WHAT IS EXPECTED » From the entries below, copy out all lines holding "back".

DATA FOR PROCESSING »
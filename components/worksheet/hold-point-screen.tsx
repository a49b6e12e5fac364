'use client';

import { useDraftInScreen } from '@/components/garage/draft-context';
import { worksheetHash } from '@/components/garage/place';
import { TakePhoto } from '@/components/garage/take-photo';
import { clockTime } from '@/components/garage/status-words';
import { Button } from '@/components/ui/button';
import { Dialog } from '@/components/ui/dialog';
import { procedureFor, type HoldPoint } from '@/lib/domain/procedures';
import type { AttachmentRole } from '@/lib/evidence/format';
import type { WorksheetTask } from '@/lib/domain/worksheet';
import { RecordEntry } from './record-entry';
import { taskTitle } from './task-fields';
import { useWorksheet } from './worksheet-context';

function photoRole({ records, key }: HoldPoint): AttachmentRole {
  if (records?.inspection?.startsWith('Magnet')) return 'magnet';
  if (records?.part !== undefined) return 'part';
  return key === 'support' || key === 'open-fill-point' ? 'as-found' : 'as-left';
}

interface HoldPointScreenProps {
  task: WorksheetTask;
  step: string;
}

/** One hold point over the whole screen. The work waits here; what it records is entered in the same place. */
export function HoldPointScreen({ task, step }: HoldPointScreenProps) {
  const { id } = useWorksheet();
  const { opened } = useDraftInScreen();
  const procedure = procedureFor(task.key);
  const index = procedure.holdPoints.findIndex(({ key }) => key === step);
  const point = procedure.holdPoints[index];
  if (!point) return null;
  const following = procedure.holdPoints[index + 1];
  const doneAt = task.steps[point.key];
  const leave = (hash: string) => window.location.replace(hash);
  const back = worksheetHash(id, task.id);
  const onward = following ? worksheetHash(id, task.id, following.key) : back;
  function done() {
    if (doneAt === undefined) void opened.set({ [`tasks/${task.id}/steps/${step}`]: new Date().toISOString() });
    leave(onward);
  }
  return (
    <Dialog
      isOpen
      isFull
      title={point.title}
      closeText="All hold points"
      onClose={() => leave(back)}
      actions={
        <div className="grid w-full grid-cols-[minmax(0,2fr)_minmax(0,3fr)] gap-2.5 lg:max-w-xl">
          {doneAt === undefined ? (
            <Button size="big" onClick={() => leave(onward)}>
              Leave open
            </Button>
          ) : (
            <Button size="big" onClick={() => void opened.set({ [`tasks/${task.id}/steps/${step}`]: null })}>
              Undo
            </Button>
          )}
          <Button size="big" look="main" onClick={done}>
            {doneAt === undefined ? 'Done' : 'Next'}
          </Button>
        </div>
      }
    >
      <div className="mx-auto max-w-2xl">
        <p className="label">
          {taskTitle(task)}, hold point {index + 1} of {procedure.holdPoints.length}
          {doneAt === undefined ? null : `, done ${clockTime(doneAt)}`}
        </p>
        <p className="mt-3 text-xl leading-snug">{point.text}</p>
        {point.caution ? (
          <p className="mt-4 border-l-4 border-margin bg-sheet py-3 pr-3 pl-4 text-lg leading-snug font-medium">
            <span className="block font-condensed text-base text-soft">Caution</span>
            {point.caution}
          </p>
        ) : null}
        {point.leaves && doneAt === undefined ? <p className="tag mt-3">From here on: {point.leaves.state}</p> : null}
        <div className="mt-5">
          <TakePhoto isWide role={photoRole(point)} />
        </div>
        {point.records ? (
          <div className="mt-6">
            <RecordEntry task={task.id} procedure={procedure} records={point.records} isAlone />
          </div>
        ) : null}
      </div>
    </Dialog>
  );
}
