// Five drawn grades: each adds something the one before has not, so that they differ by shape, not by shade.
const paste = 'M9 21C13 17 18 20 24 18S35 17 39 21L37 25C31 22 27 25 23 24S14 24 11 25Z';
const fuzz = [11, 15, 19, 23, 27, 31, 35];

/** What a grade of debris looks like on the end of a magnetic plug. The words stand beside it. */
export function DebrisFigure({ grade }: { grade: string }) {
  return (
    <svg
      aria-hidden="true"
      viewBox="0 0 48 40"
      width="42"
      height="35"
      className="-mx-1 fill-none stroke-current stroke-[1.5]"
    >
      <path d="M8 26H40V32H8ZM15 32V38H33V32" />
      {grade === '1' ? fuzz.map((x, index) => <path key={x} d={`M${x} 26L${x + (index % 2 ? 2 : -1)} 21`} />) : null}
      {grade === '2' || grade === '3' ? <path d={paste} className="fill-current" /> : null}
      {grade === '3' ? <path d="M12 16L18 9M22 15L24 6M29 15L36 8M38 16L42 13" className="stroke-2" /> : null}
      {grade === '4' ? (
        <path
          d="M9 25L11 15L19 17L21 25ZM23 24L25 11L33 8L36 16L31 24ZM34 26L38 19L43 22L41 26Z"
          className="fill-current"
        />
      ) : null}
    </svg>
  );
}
...
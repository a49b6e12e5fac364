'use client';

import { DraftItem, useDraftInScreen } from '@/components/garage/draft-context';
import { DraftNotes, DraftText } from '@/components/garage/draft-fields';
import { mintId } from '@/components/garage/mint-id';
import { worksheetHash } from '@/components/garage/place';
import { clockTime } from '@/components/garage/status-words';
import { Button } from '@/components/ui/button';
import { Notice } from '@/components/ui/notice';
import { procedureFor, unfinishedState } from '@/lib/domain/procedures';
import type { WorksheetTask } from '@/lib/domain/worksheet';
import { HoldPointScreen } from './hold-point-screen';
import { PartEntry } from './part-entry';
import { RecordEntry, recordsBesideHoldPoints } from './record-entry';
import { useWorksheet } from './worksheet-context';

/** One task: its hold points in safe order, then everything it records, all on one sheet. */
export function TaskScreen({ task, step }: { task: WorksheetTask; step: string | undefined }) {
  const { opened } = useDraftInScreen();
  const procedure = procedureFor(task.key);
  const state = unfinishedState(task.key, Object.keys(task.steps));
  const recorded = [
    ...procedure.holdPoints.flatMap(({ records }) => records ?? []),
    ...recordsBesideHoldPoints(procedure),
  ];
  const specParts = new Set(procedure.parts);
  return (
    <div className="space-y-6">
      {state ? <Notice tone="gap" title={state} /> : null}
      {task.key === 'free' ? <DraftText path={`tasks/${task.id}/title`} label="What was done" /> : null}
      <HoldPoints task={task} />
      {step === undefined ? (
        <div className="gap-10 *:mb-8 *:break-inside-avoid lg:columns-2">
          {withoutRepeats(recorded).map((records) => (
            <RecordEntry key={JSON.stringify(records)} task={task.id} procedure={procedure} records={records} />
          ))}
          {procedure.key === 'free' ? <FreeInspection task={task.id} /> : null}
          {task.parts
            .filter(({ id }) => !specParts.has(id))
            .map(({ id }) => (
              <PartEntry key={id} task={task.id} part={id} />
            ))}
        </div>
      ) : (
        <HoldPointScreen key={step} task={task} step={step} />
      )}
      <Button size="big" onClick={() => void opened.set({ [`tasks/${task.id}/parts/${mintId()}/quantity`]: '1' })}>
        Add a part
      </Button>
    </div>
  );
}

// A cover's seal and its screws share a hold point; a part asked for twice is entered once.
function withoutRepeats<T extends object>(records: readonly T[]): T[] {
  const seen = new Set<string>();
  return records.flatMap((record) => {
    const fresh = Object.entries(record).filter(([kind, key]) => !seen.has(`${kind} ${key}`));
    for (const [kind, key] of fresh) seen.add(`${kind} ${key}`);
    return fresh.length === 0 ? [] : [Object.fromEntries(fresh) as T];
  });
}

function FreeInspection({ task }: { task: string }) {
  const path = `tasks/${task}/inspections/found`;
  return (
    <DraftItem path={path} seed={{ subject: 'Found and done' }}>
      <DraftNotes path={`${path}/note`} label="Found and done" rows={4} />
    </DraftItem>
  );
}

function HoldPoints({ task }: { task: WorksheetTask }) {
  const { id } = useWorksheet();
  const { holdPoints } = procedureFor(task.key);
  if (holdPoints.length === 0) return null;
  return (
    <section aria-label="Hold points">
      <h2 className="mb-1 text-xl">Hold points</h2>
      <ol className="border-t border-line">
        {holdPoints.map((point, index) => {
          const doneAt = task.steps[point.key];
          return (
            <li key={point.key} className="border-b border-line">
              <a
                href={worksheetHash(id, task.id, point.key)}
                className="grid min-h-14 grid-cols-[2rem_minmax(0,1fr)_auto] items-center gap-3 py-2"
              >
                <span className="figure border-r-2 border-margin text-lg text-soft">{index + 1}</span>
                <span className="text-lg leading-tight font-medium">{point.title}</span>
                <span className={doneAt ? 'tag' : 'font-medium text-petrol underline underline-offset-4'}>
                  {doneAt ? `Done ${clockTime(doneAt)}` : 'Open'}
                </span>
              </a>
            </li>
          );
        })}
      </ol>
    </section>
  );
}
...
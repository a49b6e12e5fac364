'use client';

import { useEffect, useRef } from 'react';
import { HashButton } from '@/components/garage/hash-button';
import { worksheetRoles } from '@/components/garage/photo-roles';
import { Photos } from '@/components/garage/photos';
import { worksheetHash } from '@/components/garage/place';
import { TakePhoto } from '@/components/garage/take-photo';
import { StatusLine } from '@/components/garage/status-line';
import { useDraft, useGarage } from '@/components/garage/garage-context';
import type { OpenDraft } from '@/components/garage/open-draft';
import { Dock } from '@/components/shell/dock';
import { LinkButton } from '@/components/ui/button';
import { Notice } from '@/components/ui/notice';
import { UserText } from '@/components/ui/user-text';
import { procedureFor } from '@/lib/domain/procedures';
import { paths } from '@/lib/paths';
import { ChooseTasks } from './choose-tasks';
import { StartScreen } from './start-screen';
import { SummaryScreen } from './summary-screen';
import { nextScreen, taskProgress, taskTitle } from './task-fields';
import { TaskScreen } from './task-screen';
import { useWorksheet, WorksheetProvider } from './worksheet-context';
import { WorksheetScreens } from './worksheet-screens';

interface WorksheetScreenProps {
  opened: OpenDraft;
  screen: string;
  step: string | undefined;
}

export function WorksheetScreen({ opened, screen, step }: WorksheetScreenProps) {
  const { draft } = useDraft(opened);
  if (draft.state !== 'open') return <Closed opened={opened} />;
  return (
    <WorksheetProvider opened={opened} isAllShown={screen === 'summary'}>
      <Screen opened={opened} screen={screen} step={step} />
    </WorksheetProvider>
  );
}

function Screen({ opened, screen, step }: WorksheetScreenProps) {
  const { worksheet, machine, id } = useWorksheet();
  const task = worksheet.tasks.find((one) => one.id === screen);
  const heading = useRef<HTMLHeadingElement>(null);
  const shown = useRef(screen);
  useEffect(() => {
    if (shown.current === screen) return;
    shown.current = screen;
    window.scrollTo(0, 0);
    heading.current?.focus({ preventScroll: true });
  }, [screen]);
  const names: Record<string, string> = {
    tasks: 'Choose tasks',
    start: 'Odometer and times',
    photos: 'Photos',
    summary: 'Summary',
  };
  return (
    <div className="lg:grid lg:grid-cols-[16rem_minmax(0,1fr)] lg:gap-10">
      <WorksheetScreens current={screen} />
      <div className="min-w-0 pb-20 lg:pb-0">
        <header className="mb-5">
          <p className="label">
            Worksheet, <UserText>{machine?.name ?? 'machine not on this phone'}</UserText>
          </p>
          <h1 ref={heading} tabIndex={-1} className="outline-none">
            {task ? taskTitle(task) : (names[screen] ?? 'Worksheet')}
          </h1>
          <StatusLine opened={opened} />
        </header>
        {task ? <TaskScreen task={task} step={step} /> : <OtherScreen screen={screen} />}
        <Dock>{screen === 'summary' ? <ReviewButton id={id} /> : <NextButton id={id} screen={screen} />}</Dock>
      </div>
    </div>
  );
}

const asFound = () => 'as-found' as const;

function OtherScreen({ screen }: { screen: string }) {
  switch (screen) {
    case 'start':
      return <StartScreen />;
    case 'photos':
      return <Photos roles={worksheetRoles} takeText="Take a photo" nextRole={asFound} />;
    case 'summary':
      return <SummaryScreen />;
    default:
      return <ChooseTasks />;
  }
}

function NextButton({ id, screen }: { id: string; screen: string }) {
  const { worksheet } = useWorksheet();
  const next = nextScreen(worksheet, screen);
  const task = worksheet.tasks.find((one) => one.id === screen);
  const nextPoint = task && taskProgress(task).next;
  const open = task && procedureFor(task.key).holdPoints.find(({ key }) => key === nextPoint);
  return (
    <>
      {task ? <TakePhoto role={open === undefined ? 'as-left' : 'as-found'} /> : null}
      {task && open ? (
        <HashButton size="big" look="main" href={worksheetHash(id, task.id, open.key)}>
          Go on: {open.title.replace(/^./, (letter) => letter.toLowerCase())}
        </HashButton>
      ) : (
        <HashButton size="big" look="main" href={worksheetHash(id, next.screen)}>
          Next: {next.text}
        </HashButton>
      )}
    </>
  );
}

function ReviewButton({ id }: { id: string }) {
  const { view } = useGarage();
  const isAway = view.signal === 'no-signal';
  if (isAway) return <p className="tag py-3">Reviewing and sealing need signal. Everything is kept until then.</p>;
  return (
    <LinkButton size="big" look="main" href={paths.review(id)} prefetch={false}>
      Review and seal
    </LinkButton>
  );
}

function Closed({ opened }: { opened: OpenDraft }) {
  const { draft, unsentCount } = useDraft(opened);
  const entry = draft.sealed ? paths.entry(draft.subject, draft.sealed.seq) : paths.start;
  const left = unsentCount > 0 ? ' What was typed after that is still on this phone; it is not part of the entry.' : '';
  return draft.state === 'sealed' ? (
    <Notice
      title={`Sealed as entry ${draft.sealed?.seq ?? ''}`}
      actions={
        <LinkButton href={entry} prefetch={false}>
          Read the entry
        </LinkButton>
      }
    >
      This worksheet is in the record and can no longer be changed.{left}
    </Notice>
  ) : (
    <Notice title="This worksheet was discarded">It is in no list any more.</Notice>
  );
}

WRITTEN SOLUTION »
  const back = worksheetHash(id, task.id);
  const onward = following ? worksheetHash(id, task.id, following.key) : back;
      onClose={() => leave(back)}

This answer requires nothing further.